10. Both defendants resisted the suit in their written statement filed by them that the plaintiff is not the daughter borne to Perumal Gounder through his wife Perumayee Ammal and as such, the plaintiff is not entitled to any share much less 1/3rd share in the suit properties. Therefore, in order to prove that the plaintiff is the daughter born to Perumal Gounder through his wife Perumayee Ammal, the plaintiff has examined P.W.2 Ponnusamy to speak to the said fact and also marked the document Ex.X-1 dated 26.12.1995.

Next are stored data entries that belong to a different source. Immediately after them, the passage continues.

"""Flat parameter files (``.params``, ``.cfg``): one ``NAME value`` a line.

Syntax (documented in docs/formats-additions.md)::

    # comment            ; comment
    PAN_VEL_KP = 0.35    # NAME = value
    PAN_VEL_KI: 14.0     # NAME: value
    PAN_VEL_KD 0         # NAME value (spaces or tabs)
    [pan_position]       # a section: the names below are pan_position.NAME
    kp = 95.0

* a name is a letter or ``_`` followed by letters, digits, ``_`` or ``-``;
* a value is a number (``-1.5``, ``2e-3``, ``0x1F``), ``true``/``false``,
  a double-quoted string, or one bare word (taken as a string);
* a comment starts with ``#`` or ``;`` at the start of a line or after
  whitespace;
* a name set twice (in one section), a line of another shape, a name with
  no value and anything after the value are input errors at their line and
  column. Each value's key path maps to the column of its literal.
"""

from __future__ import annotations

import re
from typing import Any

from ruleguard.errors import InputError
from ruleguard.load.sources import Document, KeyPath, located_document

__all__ = ["parse_keyvalue"]

_NAME = r"[A-Za-z_][A-Za-z0-9_\-]*"
_SECTION = re.compile(r"^\s*\[\s*(" + _NAME + r")\s*\]\s*(?:[#;].*)?$")
_ENTRY = re.compile(r"^(\s*)(" + _NAME + r")(?:\s*[=:]\s*|\s+)(.*)$")
_BARE_NAME = re.compile(r"^(\s*)(" + _NAME + r")\s*(?:[=:])?\s*(?:[#;].*)?$")
_INT = re.compile(r"^[-+]?(?:0|[1-9][0-9]*)$")
_HEX = re.compile(r"^[-+]?0[xX][0-9a-fA-F]+$")
_FLOAT = re.compile(r"^[-+]?(?:[0-9]+\.[0-9]*|\.[0-9]+|[0-9]+)(?:[eE][-+]?[0-9]+)?$")
_VALUE = re.compile(r'^("[^"\n]*"|[^\s"#;=:][^\s"#;]*)')


def parse_keyvalue(name: str, text: str) -> Document:
    """Parse a flat parameter file into ``{NAME: value}`` (sections nest one level).

    Raises
    ------
    InputError
        A malformed line, a missing value, a trailing token or a duplicate
        name, located.
    """
    data: dict[str, Any] = {}
    positions: dict[KeyPath, tuple[int, int]] = {}
    lines_of: dict[KeyPath, int] = {}
    section: tuple[str, ...] = ()
    table = data
    for number, line in enumerate(text.split("\n"), start=1):
        line = line.rstrip("\r")
        stripped = line.strip()
        if not stripped or stripped[0] in "#;":
            continue
        head = _SECTION.match(line)
        if head:
            section = (head.group(1),)
            if section in lines_of:
                raise InputError(
                    name, number, line.index("[") + 1, head.group(1),
                    f"section [{head.group(1)}] appears twice (line {lines_of[section]} and "
                    f"line {number})",
                )
            lines_of[section] = number
            table = data.setdefault(head.group(1), {})
            positions[section] = (number, line.index("[") + 1)
            continue
        bare = _BARE_NAME.match(line)
        if bare:
            key = ".".join(section + (bare.group(2),))
            raise InputError(name, number, len(bare.group(1)) + 1, key,
                             f"'{bare.group(2)}' has no value")
        entry = _ENTRY.match(line)
        if not entry:
            column = len(line) - len(line.lstrip()) + 1
            raise InputError(
                name, number, column, "",
                f"line {number} is not 'NAME = value', 'NAME: value' or 'NAME value'",
            )
        key_name, rest = entry.group(2), entry.group(3)
        path = section + (key_name,)
        value_column = len(line) - len(rest) + 1
        value_hit = _VALUE.match(rest)
        if not value_hit:
            raise InputError(name, number, value_column, ".".join(path),
                             f"'{key_name}' has no value")
        token = value_hit.group(1)
        after = rest[value_hit.end():]
        trailing = after.strip()
        if trailing and not (after[:1].isspace() and trailing[0] in "#;"):
            column = value_column + value_hit.end() + (len(after) - len(after.lstrip()))
            raise InputError(
                name, number, column, ".".join(path),
                f"after the value of '{key_name}', '{trailing[:20]}' is not read; one value "
                "per line",
            )
        if path in lines_of:
            raise InputError(
                name, number, len(entry.group(1)) + 1, ".".join(path),
                f"'{key_name}' is set twice (line {lines_of[path]} and line {number})",
            )
        lines_of[path] = number
        table[key_name] = _value(token)
        positions[path] = (number, value_column)
    if not data:
        raise InputError(name, 1, 1, "", f"'{name}' sets no parameter")
    return located_document(name, text, "keyvalue", data, positions)


def _value(token: str) -> Any:
    if token.startswith('"'):
        return token[1:-1]
    if token in ("true", "false"):
        return token == "true"
    if _INT.match(token):
        return int(token)
    if _HEX.match(token):
        sign = -1 if token.startswith("-") else 1
        return sign * int(token.lstrip("+-")[2:], 16)
    if _FLOAT.match(token):
        return float(token)
    return token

11. But, it is claimed that the sale agreement Ex.X-1 in favour of P.W.2, Ponnusamy, alleged to have been executed by the plaintiff, the second defendant and the first defendant along with his two sons, Govindaraj and Thangaraj, is not tested in the Court of law by filing suit for specific performance of the agreement of sale and it is the evidence of P.W.2 that the time for performance of contract is being extended to. According to the plaintiff, she is described as the daughter of Perumal Gounder and the first defendant is described as the son of Perumal Gounder in the said agreement. The defendants disputed the document and according to them no such agreement was entered into by the second defendant, first defendant along with his two sons and the plaintiff in favour of P.W.2 Ponnusamy and they also disputed the signatures of the second defendant, first defendant and his two sons Govindaraj and Thangaraj in the document Ex.X-1 and also the thumb impression of the plaintiff.

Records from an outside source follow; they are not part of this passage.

def _read_contained(
    found: tuple[str, str, os.stat_result], origin: Location | None, max_bytes: int
) -> tuple[str, str]:
    """:func:`read_text` of a file :func:`_contained` already found."""
    real, name, status = found
    try:
        size = status.st_size
        if size > max_bytes:
            raise _origin_error(
                origin,
                name,
                f"'{name}' is {size} bytes; input files are limited to {max_bytes} bytes",
            )
        with open(real, "rb") as handle:
            raw = handle.read(max_bytes + 1)
    except OSError as exc:
        raise _origin_error(origin, name, f"cannot read '{name}': {exc.strerror}") from None
    if len(raw) > max_bytes:
        raise _origin_error(
            origin, name, f"'{name}' is over the limit of {max_bytes} bytes for input files"
        )
    if raw.startswith(b"\xef\xbb\xbf"):
        raw = raw[3:]
    if not raw.strip():
        raise InputError(name, 1, 1, "", f"'{name}' is empty; expected a {_kind_of(name)} file")
    if b"\x00" in raw:
        raise InputError(
            name, 1, 1, "", f"'{name}' is a binary file (it holds NUL bytes); expected text"
        )
    try:
        text = raw.decode("utf-8")
    except UnicodeDecodeError as exc:
        line = raw[: exc.start].count(b"\n") + 1
        column = exc.start - (raw.rfind(b"\n", 0, exc.start) + 1) + 1
        raise InputError(
            name,
            line,
            column,
            "",
            f"'{name}' is not UTF-8 text (byte 0x{raw[exc.start]:02x}); is it a binary file?",
        ) from None
    return name, text


def _suffix(name: str) -> str:
    """``PurePosixPath(name).suffix`` (the last component's, "" for none)."""
    parts = [part for part in name.split("/") if part and part != "."]
    last = parts[-1] if parts else ""
    dot = last.rfind(".")
    return last[dot:] if 0 < dot < len(last) - 1 else ""


def _kind_of(name: str) -> str:
    suffix = _suffix(name).lower()
    return {
        ".toml": "TOML", ".json": "JSON", ".csv": "CSV", ".h": "C", ".hpp": "C", ".c": "C",
        ".yaml": "YAML", ".yml": "YAML", ".params": "parameter", ".cfg": "parameter",
    }.get(suffix, "text")


def format_of(name: str, origin: Location | None = None) -> str:
    """``"toml"`` or ``"json"`` by extension."""
    suffix = _suffix(name).lower()
    if suffix == ".toml":
        return "toml"
    if suffix == ".json":
        return "json"
    raise _origin_error(
        origin, name, f"'{name}': unknown file type '{suffix}'; expected a .toml or .json file"
    )


# --------------------------------------------------------------------------- parsing


def read_document(
    root: str | Path,
    rel_path: str,
    origin: Location | None = None,
    max_bytes: int = MAX_FILE_BYTES,
) -> Document:
    """Read, contain and parse a TOML or JSON file (by extension).

    Parameters
    ----------
    root:
        The project folder (the manifest's folder); nothing outside it is read.
    rel_path:
        Path relative to ``root`` as written in the input.
    origin:
        Where the path was named (for errors about the path itself).
    max_bytes:
        Size cap.

    Raises
    ------
    InputError
        Containment, size, encoding or syntax problems, located.
    """
    found = _contained(root, rel_path, origin)  # containment first, whatever the name says
    fmt = format_of(str(rel_path), origin)
    name, text = _read_contained(found, origin, max_bytes)
    return parse_text(name, text, fmt)


def parse_text(name: str, text: str, fmt: str) -> Document:
    """Parse ``text`` (already read) as ``fmt``; syntax errors are located."""
    if fmt == "toml":
        plain = read_plain_toml(text)  # the same value, quicker, or None
        if plain is not None:
            return Document(name, plain, text, fmt, {"plain": True})
        data = _parse_toml(name, text)
    else:
        data = _parse_json(name, text)
    return Document(name, data, text, fmt)


_TOML_POSITION = re.compile(r"\(at line (\d+), column (\d+)\)")


def _parse_toml(name: str, text: str) -> Any:
    try:
        return tomllib.loads(text)
    except tomllib.TOMLDecodeError as exc:
        message = str(exc)
        line = getattr(exc, "lineno", None)
        column = getattr(exc, "colno", None)
        hit = _TOML_POSITION.search(message)
        if hit and line is None:
            line, column = int(hit.group(1)), int(hit.group(2))
        if hit:
            message = message[: hit.start()].rstrip()
        if line is None and "end of document" in message:
            line = text.count("\n") + 1
            column = len(text.rsplit("\n", 1)[-1]) + 1
        key = key_at(text, "toml", line, column)
        by_text = toml_key_by_text(text, line, column)
        if by_text is not None and (not key or not key.startswith(by_text[0])):
            key = by_text[0]
            if line is not None and by_text[1] < line and message.startswith("Unclosed"):
                message += f" (the value of '{key}' opened at line {by_text[1]})"
        raise InputError(name, line, column, key, f"TOML syntax error: {message}") from None
    except RecursionError:
        line, column = deep_nesting(text)
        found = toml_key_by_text(text, line, column)
        key = found[0] if found else ""
        raise InputError(name, line, column, key, "TOML nesting is too deep") from None


class _DuplicateKey(ValueError):
    pass


def _no_duplicates(pairs: list[tuple[str, Any]]) -> dict:
    seen: dict = {}
    for key, value in pairs:
        if key in seen:
            raise _DuplicateKey(key)
        seen[key] = value
    return seen


def _no_constant(token: str) -> float:
    raise ValueError(f"'{token}' is not a JSON number; finite numbers only")


def _parse_json(name: str, text: str) -> Any:
    try:
        return json.loads(text, object_pairs_hook=_no_duplicates, parse_constant=_no_constant)
    except json.JSONDecodeError as exc:
        key = key_at(text, "json", exc.lineno, exc.colno)
        raise InputError(
            name, exc.lineno, exc.colno, key, f"JSON syntax error: {exc.msg}"
        ) from None
    except _DuplicateKey as exc:
        key_name = exc.args[0]
        line, column, path = find_duplicate(text, key_name)
        raise InputError(
            name,
            line,
            column,
            format_key(path) if path else key_name,
            f"duplicate key '{key_name}' in a JSON object (JSON keys must be unique)",
        ) from None
    except ValueError as exc:
        token = re.search(r"'([^']+)'", str(exc))
        word = token.group(1) if token else "NaN"
        line, column = find_token(text, word)
        # Put a number of the same length in its place so the tree has the key.
        patched = re.sub(r"(?<![\w\"])-?(NaN|Infinity)(?![\w\"])",
                         lambda m: "0" * len(m.group(0)), text)
        key = key_at(patched, "json", line, column)
        raise InputError(name, line, column, key, str(exc)) from None
    except RecursionError:
        line, column = deep_nesting(text)
        offset = text_offset(text, line, column)
        before = re.search(r'"((?:[^"\\]|\\.)*)"\s*:\s*$', text[:offset])
        key = before.group(1) if before else ""
        raise InputError(name, line, column, key, "JSON nesting is too deep") from None




# --------------------------------------------------------------------------- firmware

#: Formats a controller binding may read, and the extensions that imply each.
FIRMWARE_FORMATS: Mapping[str, tuple[str, ...]] = {
    "toml": (".toml",),
    "json": (".json",),
    "c": (".h", ".hpp", ".c"),
    "yaml": (".yaml", ".yml"),
    "keyvalue": (".params", ".cfg"),
}


def firmware_format_of(name: str, declared: str | None, origin: Location | None = None) -> str:
    """The format of a firmware file: ``declared`` (the binding's ``format``) or by extension."""
    if declared is not None:
        return declared
    suffix = _suffix(name).lower()
    for fmt, suffixes in FIRMWARE_FORMATS.items():
        if suffix in suffixes:
            return fmt
    known = ", ".join(s for suffixes in FIRMWARE_FORMATS.values() for s in suffixes)
    raise _origin_error(
        origin,
        name,
        f"'{name}': unknown file type '{suffix}'; expected one of {known}, or give the "
        'format in the binding (format = "c", "yaml", "keyvalue", "toml" or "json")',
    )


def read_firmware(
    root: str | Path,
    rel_path: str,
    origin: Location | None = None,
    fmt: str | None = None,
    macros: Mapping[str, int] | None = None,
) -> Document:
    """Read, contain and parse a firmware file in any of :data:`FIRMWARE_FORMATS`.

    ``fmt`` overrides the extension; ``macros`` chooses ``#if`` branches of a
    C file (:mod:`ruleguard.load.c_source`). The readers of C, YAML and
    key-value files are imported on first use only.
    """
    found = _contained(root, rel_path, origin)
    fmt = firmware_format_of(str(rel_path), fmt, origin)
    name, text = _read_contained(found, origin, MAX_FILE_BYTES)
    if fmt in ("toml", "json"):
        return parse_text(name, text, fmt)
    memo = _PARSED.get()
    digest = None
    if memo is not None:
        digest = parse_digest(fmt, text, macros)
        hit = memo.get(digest)
        if hit is not None:
            data, source_map = hit
            return Document(name, data, text, fmt, {"map": source_map})
    document = _parse_firmware(name, text, fmt, macros)
    if memo is not None:
        memo.put(digest, document.data, document.source_map)
    return document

12. Therefore, it is clear that the crux of the entire case rests upon the document Ex.X-1 and it is very much relied on by the plaintiff in support of her case that she is the daughter of Perumal Gounder borne through his wife Perumayee Ammal to whom admittedly, the suit properties belonged to in view of the purchase as per the sale deeds referred to above. Inasmuch as the signatures of the second defendant, first defendant and his two sons in the said agreement Ex.X-1 and also the thumb impression of the plaintiff in that document is challenged, it is just and proper that the document is to be tested and examined by the Handwriting Expert to find out as to whether the signatures and thumb impression in the document claimed to be the signatures of the second defendant, first defendant and his two sons and the thumb impression of the plaintiff, are that of the second defendant, first defendant and his two sons and of the plaintiff. In that view, the defendants have made out their case for sending the document Ex.X-1 to the Handwriting Expert by appointing advocate-commissioner mainly for the purpose of comparing the signatures and thumb impression in the document Ex.X-1, in that the document is very much relied upon by the plaintiff to show and find out as to whether the plaintiff is the daughter of Perumal Gounder born through his wife Perumayee Ammal to whom it is alleged, the suit properties belonged to as the self-acquired properties. It follows, the dismissal of the petition by the trial Court by stating that the suit is pending for more than 7 years and therefore, there is no necessity to compare the signatures of the second defendant, first defendant and his two sons and the thumb impression of the plaintiff along with admitted signatures and thumb impression, cannot be said to be proper and the trial Court has committed an error in the approach made for dismissing the petition. Therefore, the order of the trial Court is to be set aside.

13. In the result, the Civil Revision Petition is allowed, setting aside the order dated 19.7.2004 in I.A.No.889 of 2004 in O.S.No.1872 of 1996 passed by the I Additional District Munsif, Salem. I.A.No.889 of 2004 in O.S.No.1872 of 1996 is allowed and the trial Court is directed to pass consequential orders in this matter. No costs. Consequently, the connected petition C.M.P.No.13776 of 2004 is closed.